The United States has long been a beacon of welcome for immigrants. In the last five years alone, nearly four million foreigners became American citizens, but an inverse trend is taking hold. A growing number of Americans, either born in this country or naturalized citizens like Mr. Gigli, are taking advantage of more liberal policies in other countries and in the United States to become dual citizens.

The reasons for doing so are as diverse as the people seeking the dual status. But several factors are fueling the trend, including a growing interest in genealogy and a desire to connect with family roots, the changing meaning of national boundaries, as in the European Union and the former Soviet Union, and the forging of trade alliances like the North American Free Trade Agreement. (Of course, it can also be a status symbol for the upwardly mobile businessman or businesswoman.) "E.U. citizenship is a big deal," said Matthew Shultz, an immigration lawyer at the law firm Baker & McKenzie. Someone who is a citizen of one European Union country, he added, can live or work in any of the others.

Many foreign countries are putting out the welcome mat for various reasons -- to stem a talent brain drain, for example, or to attract the tax revenue of cash-flush retirees looking for places to spend their golden years. Under its Economic Citizenship Program, intended to reward individuals who contribute to its economy, the tiny Caribbean nation of Belize allows anyone willing to pay $50,000 in fees to become a citizen. The new Belizeans are allowed to retain their native citizenship and may take advantage of Belize's lenient tax laws, which include no capital gains or estate taxes and no tax on income earned outside Belize.

Dozens of countries have smoothed the way for people, with or without ancestral ties, to have their feet firmly planted in two or more lands. And in many of those countries, citizenship can be passed on to children. The United States has also steadily relaxed its policies over the last two decades, thanks in part to the end of the cold war and a 1967 Supreme Court ruling that the United States could not strip away American citizenship because of a person's attachments to another nation.

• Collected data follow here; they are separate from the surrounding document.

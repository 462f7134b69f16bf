// One place that turns an error code into a status and a message that is safe to show.
// Codes read `<kind>:<resource>`, e.g. `forbidden:users`, `not_found:case`.

export type ErrorKind =
  | "bad_request"
  | "unauthorized"
  | "forbidden"
  | "not_found"
  | "conflict"
  | "rate_limited"
  | "unsupported_media_type"
  | "payload_too_large"
  | "unavailable";

const STATUS: Record<ErrorKind, number> = {
  bad_request: 400,
  unauthorized: 401,
  forbidden: 403,
  not_found: 404,
  conflict: 409,
  payload_too_large: 413,
  unsupported_media_type: 415,
  rate_limited: 429,
  unavailable: 503,
};

const DEFAULT_MESSAGE: Record<ErrorKind, string> = {
  bad_request: "The request could not be read. Check the values and try again.",
  unauthorized: "Sign in to continue.",
  forbidden: "Your role does not allow this.",
  not_found: "Nothing was found here.",
  conflict: "Someone else changed this in the meantime.",
  payload_too_large: "That is too large to accept.",
  unsupported_media_type: "Send the request as JSON.",
  rate_limited: "Too many attempts. Wait a little and try again.",
  unavailable:
    "A service the shop relies on is not answering. Nothing you entered was lost; try again shortly.",
};

export type FieldErrors = Record<string, string[]>;

/**
 * Beside an API error's SI wording: its message and field messages as written, with quantity markers
 * (lib/units/quantity.ts), where any has one, for a screen to say in its reader's units.
 */
export interface MarkedErrorText {
  message?: string;
  fieldErrors?: FieldErrors;
}

export class AppError extends Error {
  readonly kind: ErrorKind;
  readonly resource: string;
  readonly status: number;
  readonly fieldErrors?: FieldErrors;
  readonly headers?: Record<string, string>;
  /** Safe, structured facts about the refusal (e.g. the row a duplicate clashes with). */
  readonly details?: Record<string, unknown>;

  constructor(
    code: `${ErrorKind}:${string}`,
    message?: string,
    extra?: {
      fieldErrors?: FieldErrors;
      headers?: Record<string, string>;
      details?: Record<string, unknown>;
    },
  ) {
    const [kind, resource = ""] = code.split(":") as [ErrorKind, string?];
    super(message ?? DEFAULT_MESSAGE[kind]);
    this.name = "AppError";
    this.kind = kind;
    this.resource = resource;
    this.status = STATUS[kind];
    this.fieldErrors = extra?.fieldErrors;
    this.headers = extra?.headers;
    this.details = extra?.details;
  }

  get code(): string {
    return `${this.kind}:${this.resource}`;
  }

  toJSON() {
    return {
      error: {
        code: this.code,
        message: this.message,
        ...(this.fieldErrors ? { fieldErrors: this.fieldErrors } : {}),
        ...(this.details ? { details: this.details } : {}),
      },
    };
  }
}

export function isAppError(error: unknown): error is AppError {
  return error instanceof AppError;
}
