import { QueryTypes } from "sequelize";
import type { User } from "lucia";
import { afterAll, beforeAll, describe, expect, it } from "vitest";
import { closeSequelize } from "@/lib/db/sequelize";
import { getModels } from "@/models";
import { casebookSearchQuerySchema, type CasebookSearchQuery } from "@/lib/contracts/casebook";
import { searchCasebook, pageSql, countSql, resolveSort } from "@/lib/server/casebook/search";
import { casebookFacets } from "@/lib/server/casebook/facets";
import { casebookCsvExport } from "@/lib/server/casebook/export";
import { casebookWhere } from "@/lib/server/casebook/filters";
import { nearestSql, similarCases } from "@/lib/server/casebook/similar";
import { recordCaseOutcome } from "@/lib/server/casebook/outcome";
import { refreshCasebookEntry } from "@/lib/db/casebook-refresh";
import { caseFeaturesFrom } from "@/lib/casebook/features";
import { MIN_INDEXED_WORD_CHARS, shopTermPrefix } from "@/lib/casebook/words";
import { fillCasebookDatabase } from "@/bench/casebook-data";
import { createShopWithCase } from "./fixtures";
import { uniqueName } from "./helpers";

afterAll(() => closeSequelize());

const ids = { warmAgain: 0, fanRelay: 0, sierra: 0, malibu: 0, focus: 0, tacoma: 0 };
let harbourline = 0;
let ridgeback = 0;

beforeAll(async () => {
  const { Shop, Case } = getModels();
  harbourline = (await Shop.findOne({ where: { name: "Harbourline Auto Climate" }, raw: true }))!.id;
  ridgeback = (await Shop.findOne({ where: { name: "Ridgeback Cooling Works" }, raw: true }))!.id;
  const find = async (shopId: number, phrase: string) => {
    const rows = await Case.findAll({ where: { shopId }, attributes: ["id", "complaint"], raw: true });
    const hit = rows.find((r) => r.complaint.includes(phrase));
    if (!hit) throw new Error(`no seeded case with "${phrase}"`);
    return hit.id;
  };
  ids.warmAgain = await find(harbourline, "delivery route");
  ids.fanRelay = await find(harbourline, "Courier van blows warm");
  ids.sierra = await find(harbourline, "burning smell from the grille");
  ids.malibu = await find(harbourline, "lukewarm air in the car park");
  ids.focus = await find(harbourline, "only cool at highway speed");
  ids.tacoma = await find(ridgeback, "ranch road");
});
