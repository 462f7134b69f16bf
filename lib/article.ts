/*
 * "a" or "an" goes by how the next word is spoken, not how it is spelled: refrigerant names are said
 * letter first ("an R-134a system", spoken "ar"), and numbers by their words ("an 800 g target",
 * "an 18 °C day", "a 1,200 g target").
 */

/** "an" before a refrigerant name (R-…), a number spoken with a vowel sound, or a vowel; else "a". */
export function indefiniteArticle(next: string): "a" | "an" {
  const text = next.trim();
  // R-134a, R-1234yf, R-12, R-744: the letter R is spoken "ar".
  if (/^R-?\d/.test(text)) return "an";
  const digits = /^(\d[\d,]*)/.exec(text)?.[1];
  if (digits !== undefined) {
    if (digits.startsWith("8")) return "an";
    // 11 and 18 lead with a vowel ("eleven", "eighteen"), alone or as the thousands: 11,000, 18,500.
    const leading = digits.split(",")[0]!;
    const whole = digits.replace(/,/g, "");
    const thousands = digits.includes(",") ? leading : whole.length % 3 === 2 ? whole.slice(0, 2) : "";
    return thousands === "11" || thousands === "18" ? "an" : "a";
  }
  return /^[aeio]/i.test(text) ? "an" : "a";
}

/** The word with its article: withArticle("R-134a") is "an R-134a". */
export function withArticle(next: string): string {
  return `${indefiniteArticle(next)} ${next}`;
}
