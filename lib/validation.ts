import type { z } from "zod";
import type { FieldErrors } from "./errors";

/**
 * zod issues → `{ "field.path": ["message"] }`, the shape forms and API clients read. Messages keep their
 * quantity markers: a screen says them in its reader's units, the route pipeline's error answer in SI.
 */
export function fieldErrorsOf(error: z.ZodError): FieldErrors {
  const out: FieldErrors = {};
  for (const issue of error.issues) {
    const key = issue.path.length ? issue.path.join(".") : "_";
    (out[key] ??= []).push(issue.message);
  }
  return out;
}
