import { ShopShell } from "../shop-shell";

/**
 * The interview at the vehicle: the same shell as every signed-in page, without TanStack Query's
 * client in the first load. The parts of the interview that query (the spec matches, the findings)
 * bring the client with them when they load (components/providers.tsx).
 */
export default function AtVehicleLayout({ children }: { children: React.ReactNode }) {
  return <ShopShell>{children}</ShopShell>;
}
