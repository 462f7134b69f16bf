import { request, type APIRequestContext } from "@playwright/test";
import { DEMO_PASSWORD } from "./sign-in-page";

import { BASE_URL } from "./e2e-env";

export { BASE_URL };

/** An API client that sends the Origin header our state-changing routes require. */
export async function apiClient(): Promise<APIRequestContext> {
  return request.newContext({ baseURL: BASE_URL, extraHTTPHeaders: { origin: BASE_URL } });
}

export async function signedInClient(email: string, password = DEMO_PASSWORD): Promise<APIRequestContext> {
  const client = await apiClient();
  const response = await client.post("/api/session", { data: { email, password } });
  if (response.status() !== 200) throw new Error(`sign-in as ${email} answered ${response.status()}`);
  return client;
}
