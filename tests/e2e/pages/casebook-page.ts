import { expect, type Page } from "@playwright/test";

/** The casebook screen as a technician works it on a phone. */
export class CasebookPage {
  constructor(private readonly page: Page) {}

  async open() {
    await this.page.getByRole("navigation", { name: "Main" }).getByRole("link", { name: "Casebook" }).click();
    await expect(this.page.getByRole("heading", { name: "Casebook", level: 1 })).toBeVisible();
  }

  searchBox() {
    return this.page.getByLabel("Search the shop's cases");
  }

  /** Types the words one key at a time, as a thumb would. */
  async typeWords(words: string) {
    await this.searchBox().click();
    await this.searchBox().pressSequentially(words, { delay: 40 });
  }

  count() {
    return this.page.getByTestId("casebook-count");
  }

  cards() {
    return this.page.getByRole("list", { name: "Cases found" }).getByRole("listitem");
  }

  async openFilters() {
    const summary = this.page.locator("summary", { hasText: "Filters" });
    if (!(await this.page.locator("details[open]").count())) await summary.click();
  }

  async choose(label: string, option: string | RegExp) {
    await this.openFilters();
    const select = this.page.getByLabel(label, { exact: true });
    const value = await select.locator("option", { hasText: option }).first().getAttribute("value");
    await select.selectOption(value ?? "");
  }
}
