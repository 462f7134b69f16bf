import { expect, type Page } from "@playwright/test";
import { DEMO_PASSWORD, SignInPage } from "./sign-in-page";
import { createTechnician } from "./people-fixtures";

/**
 * A technician of the demo shop made for one test (so their units never change what another spec's people
 * see), signed in, who then reads in imperial units: chosen and saved on Your units. `onProfile` runs on
 * that page before the choice; `vacuum` picks a vacuum unit besides.
 */
export async function signInImperialTechnician(
  page: Page,
  { vacuum, onProfile }: { vacuum?: string; onProfile?: () => Promise<void> } = {},
) {
  const person = await createTechnician(DEMO_PASSWORD);
  const signIn = new SignInPage(page);
  await signIn.goto();
  await signIn.signIn(person.email);
  await expect(page).toHaveURL(/\/cases$/);
  await page.goto("/profile");
  await onProfile?.();
  await page.getByRole("group", { name: "Unit system" }).getByRole("button", { name: "Imperial" }).click();
  if (vacuum) await page.getByRole("group", { name: "Vacuum" }).getByRole("button", { name: vacuum }).click();
  await page.getByRole("button", { name: "Save my units" }).click();
  await expect(page.getByText(/Saved\. Every field/)).toBeVisible();
  return person;
}
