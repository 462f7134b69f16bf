import mysql from "mysql2/promise";
import { E2E_DB_PORT } from "./e2e-env";

// The e2e server's own throwaway database (scripts/e2e-server.sh).
const E2E_DATABASE = {
  host: "127.0.0.1",
  port: E2E_DB_PORT,
  user: "chillwright",
  password: "chillwright-dev",
  database: "chillwright_e2e",
};

export interface SavedCaseRow {
  status: string;
  interview_step: string | null;
  version: number;
  answers: { answers: Record<string, Record<string, unknown>>; skipped: string[] };
  findings: {
    engineVersion: string;
    suspects: { cause: string; share: number }[];
    input: Record<string, unknown>;
  } | null;
  engine_version: string | null;
  conclusion_cause: string | null;
  /** the case's vehicle's label charge: that figure's one stored home */
  vehicle_label_charge_g: number | null;
}

const parse = (v: unknown) => (typeof v === "string" ? JSON.parse(v) : v);

/** Reads a case straight from MariaDB, to check what the screens saved. */
export async function readCase(caseId: number): Promise<SavedCaseRow> {
  const connection = await mysql.createConnection(E2E_DATABASE);
  try {
    const [rows] = await connection.query(
      `SELECT c.status, c.interview_step, c.version, c.answers, c.findings, c.engine_version, c.conclusion_cause,
              v.label_charge_g AS vehicle_label_charge_g
         FROM service_case c LEFT JOIN vehicle v ON v.id = c.vehicle_id WHERE c.id = ?`,
      [caseId],
    );
    const row = (rows as Record<string, unknown>[])[0];
    if (!row) throw new Error(`case ${caseId} not found`);
    return {
      ...row,
      answers: parse(row.answers),
      findings: parse(row.findings),
    } as SavedCaseRow;
  } finally {
    await connection.end();
  }
}
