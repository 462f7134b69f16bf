import { handler } from "@/lib/server/handler";
import { getShop } from "@/lib/server/shops";

export const GET = handler({ permission: "cases:read" }, async ({ user }) => {
  const shop = await getShop({ shopId: user.shopId });
  return { user: { id: user.id, email: user.email, name: user.name, role: user.role }, shop };
});
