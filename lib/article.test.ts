import { describe, expect, it } from "vitest";
import { REFRIGERANT_IDS } from "@/lib/refrigerants/catalog";
import { indefiniteArticle, withArticle } from "./article";

describe("a or an, by how the next word is spoken", () => {
  it("says an before every refrigerant name: the R is spoken 'ar'", () => {
    expect(withArticle("R-134a")).toBe("an R-134a");
    expect(withArticle("R-1234yf")).toBe("an R-1234yf");
    expect(withArticle("R-12")).toBe("an R-12");
    for (const id of REFRIGERANT_IDS) expect(indefiniteArticle(id), id).toBe("an");
  });

  it("says an before numbers spoken with a vowel: eight…, eleven, eighteen", () => {
    for (const n of [
      "8 g",
      "80 g",
      "800 g",
      "8,000 g",
      "11 °C",
      "18 °C",
      "11,000 g",
      "18,500 g",
      "11000 g",
      "8.5 oz",
    ])
      expect(indefiniteArticle(n), n).toBe("an");
  });

  it("says a before the other numbers", () => {
    for (const n of [
      "1 lb",
      "110 g",
      "180 g",
      "1,100 g",
      "1,800 g",
      "1800 g",
      "650 g",
      "24 °C",
      "−8 °C",
      "0.8 kg",
    ])
      expect(indefiniteArticle(n), n).toBe("a");
  });

  it("goes by the first letter of a word", () => {
    expect(withArticle("orifice tube")).toBe("an orifice tube");
    expect(withArticle("TXV")).toBe("a TXV");
  });
});
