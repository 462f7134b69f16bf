import type { z } from "zod";
import type { FieldErrors } from "./errors";
import { sayInUnits } from "./units/quantity";

/**
 * zod issues → `{ "field.path": ["message"] }`, the shape forms and API clients read. A message written
 * with quantity markers is said in SI here; screens that know their reader say it in theirs.
 */
export function fieldErrorsOf(error: z.ZodError): FieldErrors {
  const out: FieldErrors = {};
  for (const issue of error.issues) {
    const key = issue.path.length ? issue.path.join(".") : "_";
    (out[key] ??= []).push(sayInUnits(issue.message));
  }
  return out;
}
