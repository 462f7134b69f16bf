import type { APIRequestContext } from "@playwright/test";
import mysql from "mysql2/promise";
import sharp from "sharp";
import { E2E_DB_PORT } from "./e2e-env";

/** The demo case the owner-page tests start from (invented: overcharged after a top-up elsewhere). */
export async function caseIdByVehicle(client: APIRequestContext, vehicle: string): Promise<number> {
  const { cases } = (await (await client.get("/api/cases")).json()) as {
    cases: { id: number; vehicle: string | null }[];
  };
  const found = cases.find((c) => c.vehicle?.includes(vehicle));
  if (!found) throw new Error(`the demo ${vehicle} case is missing`);
  return found.id;
}

/** A photo as a phone writes it: JPEG with EXIF, 2000 × 1500 px. */
export async function phonePhoto(): Promise<Buffer> {
  return sharp({
    create: {
      width: 2000,
      height: 1500,
      channels: 3,
      background: "#0a6fa6",
      noise: { type: "gaussian", mean: 120, sigma: 30 },
    },
  })
    .jpeg({ quality: 80 })
    .withExif({ IFD0: { Make: "E2EPhone" } })
    .toBuffer();
}

/** Marks a case as submitted and signed off straight in the e2e database (for another shop's link). */
export async function markSignedOff(caseId: number): Promise<void> {
  const connection = await mysql.createConnection({
    host: "127.0.0.1",
    port: E2E_DB_PORT,
    user: "chillwright",
    password: "chillwright-dev",
    database: "chillwright_e2e",
  });
  try {
    await connection.query("UPDATE service_case SET status = 'signed_off' WHERE id = ?", [caseId]);
  } finally {
    await connection.end();
  }
}

export function tokenOf(url: string): string {
  const match = url.match(/\/s\/([A-Za-z0-9_-]{43})/);
  if (!match?.[1]) throw new Error(`no owner link in ${url}`);
  return match[1];
}
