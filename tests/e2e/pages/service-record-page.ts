import { expect, type Page } from "@playwright/test";

/** The step-by-step service record on a case, as a technician uses it on a phone. */
export class ServiceRecordPage {
  constructor(private readonly page: Page) {}

  async goto(caseId: number) {
    await this.page.goto(`/cases/${caseId}/service`);
    await expect(this.page.getByRole("heading", { name: /^Service record:/ })).toBeVisible();
  }

  field(label: string) {
    return this.page.getByLabel(label, { exact: true });
  }

  async fill(values: Record<string, string>) {
    for (const [label, value] of Object.entries(values)) await this.field(label).fill(value);
  }

  async chooseCylinder(label: string, cylinder: string) {
    const select = this.field(label);
    const value = await select.locator("option", { hasText: cylinder }).getAttribute("value");
    await select.selectOption(value ?? "");
  }

  async saveAndExpect(stepTitle: string) {
    await this.page.getByRole("button", { name: /^Save/ }).click();
    await expect(this.page.getByRole("status")).toContainText(`${stepTitle} saved.`);
  }

  result(testId: string) {
    return this.page.getByTestId(testId);
  }

  /** The form's own alert (Next.js keeps an empty route announcer with role=alert on every page). */
  alert() {
    return this.page.locator("form").getByRole("alert");
  }
}
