import { expect } from "@playwright/test";
import { E2E_MAIL_HTTP_PORT } from "./e2e-env";

export interface CaughtMessage {
  to: string[];
  subject: string;
  text: string;
  html: string;
}

/** The messages the e2e server's SMTP catcher holds for one address, waiting until one arrives. */
export async function mailTo(address: string): Promise<CaughtMessage> {
  let found: CaughtMessage | undefined;
  await expect
    .poll(
      async () => {
        const response = await fetch(`http://127.0.0.1:${E2E_MAIL_HTTP_PORT}/messages`);
        const messages = (await response.json()) as CaughtMessage[];
        found = messages.find((m) => m.to.includes(address));
        return Boolean(found);
      },
      { timeout: 15_000 },
    )
    .toBe(true);
  return found!;
}
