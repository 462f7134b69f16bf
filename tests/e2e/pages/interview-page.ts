import { expect, type Locator, type Page } from "@playwright/test";

/**
 * The interview as a technician drives it. Every tap and every key press other than the digits of a
 * reading is counted, so a test can hold the interview to its tap budget.
 */
export class InterviewPage {
  taps = 0;

  constructor(readonly page: Page) {}

  heading(name: string | RegExp) {
    return this.page.getByRole("heading", { level: 1, name });
  }

  async expectStep(name: string | RegExp) {
    await expect(this.heading(name)).toBeVisible();
  }

  field(name: string | RegExp): Locator {
    return this.page.getByRole("textbox", { name });
  }

  async tap(locator: Locator) {
    this.taps += 1;
    await locator.click();
  }

  async press(key: string) {
    this.taps += 1;
    await this.page.keyboard.press(key);
  }

  /** Types the digits of a reading into the focused field; digits are not counted. */
  async digits(text: string) {
    if (!/^[0-9]+$/.test(text)) throw new Error(`digits() takes digits only, got ${text}`);
    await this.page.keyboard.type(text);
  }

  /** Taps a field, then types a reading into it. */
  async enter(name: string | RegExp, value: string) {
    await this.tap(this.field(name));
    await this.field(name).fill("");
    await this.digits(value);
  }

  next() {
    return this.tap(this.page.getByRole("button", { name: "Next", exact: true }));
  }

  skip() {
    return this.tap(this.page.getByRole("button", { name: "Skip", exact: true }));
  }

  back() {
    return this.tap(this.page.getByRole("button", { name: "Back", exact: true }));
  }

  choose(name: string | RegExp) {
    return this.tap(this.page.getByRole("button", { name }));
  }

  async setUnit(fieldLabel: string, unit: string) {
    await this.tap(
      this.page
        .getByRole("group", { name: `Unit for ${fieldLabel.toLowerCase()}` })
        .getByRole("button", { name: unit, exact: true }),
    );
  }

  async waitUntilSaved() {
    await expect(this.page.getByText("All answers saved")).toBeVisible({ timeout: 20_000 });
  }

  /** The leading causes in rank order, each with its full name and its strongest reasons. */
  suspects() {
    return this.page.getByRole("region", { name: /^Why (this cause|these causes)$/ }).getByRole("article");
  }

  /** The leading causes' rows in the ranking, each with its share. */
  leadingRows() {
    return this.page.getByTestId("leading-causes").getByRole("listitem");
  }

  caseIdFromUrl(): number {
    const match = /\/cases\/(\d+)\/interview/.exec(this.page.url());
    if (!match) throw new Error(`not on an interview page: ${this.page.url()}`);
    return Number(match[1]);
  }
}

/** Opens a new case for a listed vehicle and lands in the interview. */
export async function openCase(interview: InterviewPage, vehicle: RegExp, complaint: string) {
  const { page } = interview;
  await page.goto("/cases");
  await interview.tap(page.getByRole("link", { name: "New case" }));
  await interview.tap(page.getByRole("button", { name: vehicle }).first());
  await interview.tap(page.getByLabel("The complaint, in the owner's words"));
  // The complaint is the owner's sentence, dictated or typed once: counted as one entry.
  interview.taps += 1;
  await page.getByLabel("The complaint, in the owner's words").fill(complaint);
  await interview.tap(page.getByRole("button", { name: "Start the interview" }));
  await expect(page).toHaveURL(/\/cases\/\d+\/interview$/);
}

T. Alexander Aleinikoff, a law professor at Georgetown University and director of the Comparative Citizenship Project at the Carnegie Endowment for International Peace, sees the dual-citizenship trend continuing because of the more liberal laws and policies and the fact that 10 percent of the American population is foreign-born.

While some critics call dual citizenship "political polygamy," contending that multiple allegiances cheapen the notion of citizenship, others see many benefits in an emerging global economy. For starters, dual citizenship allows someone to live and work more freely in another country or, in the case of the European Union, any of the 15 member nations. In some countries, like Mexico, dual citizens living abroad can even vote in elections. Citizenship can also make it easier to own property and businesses.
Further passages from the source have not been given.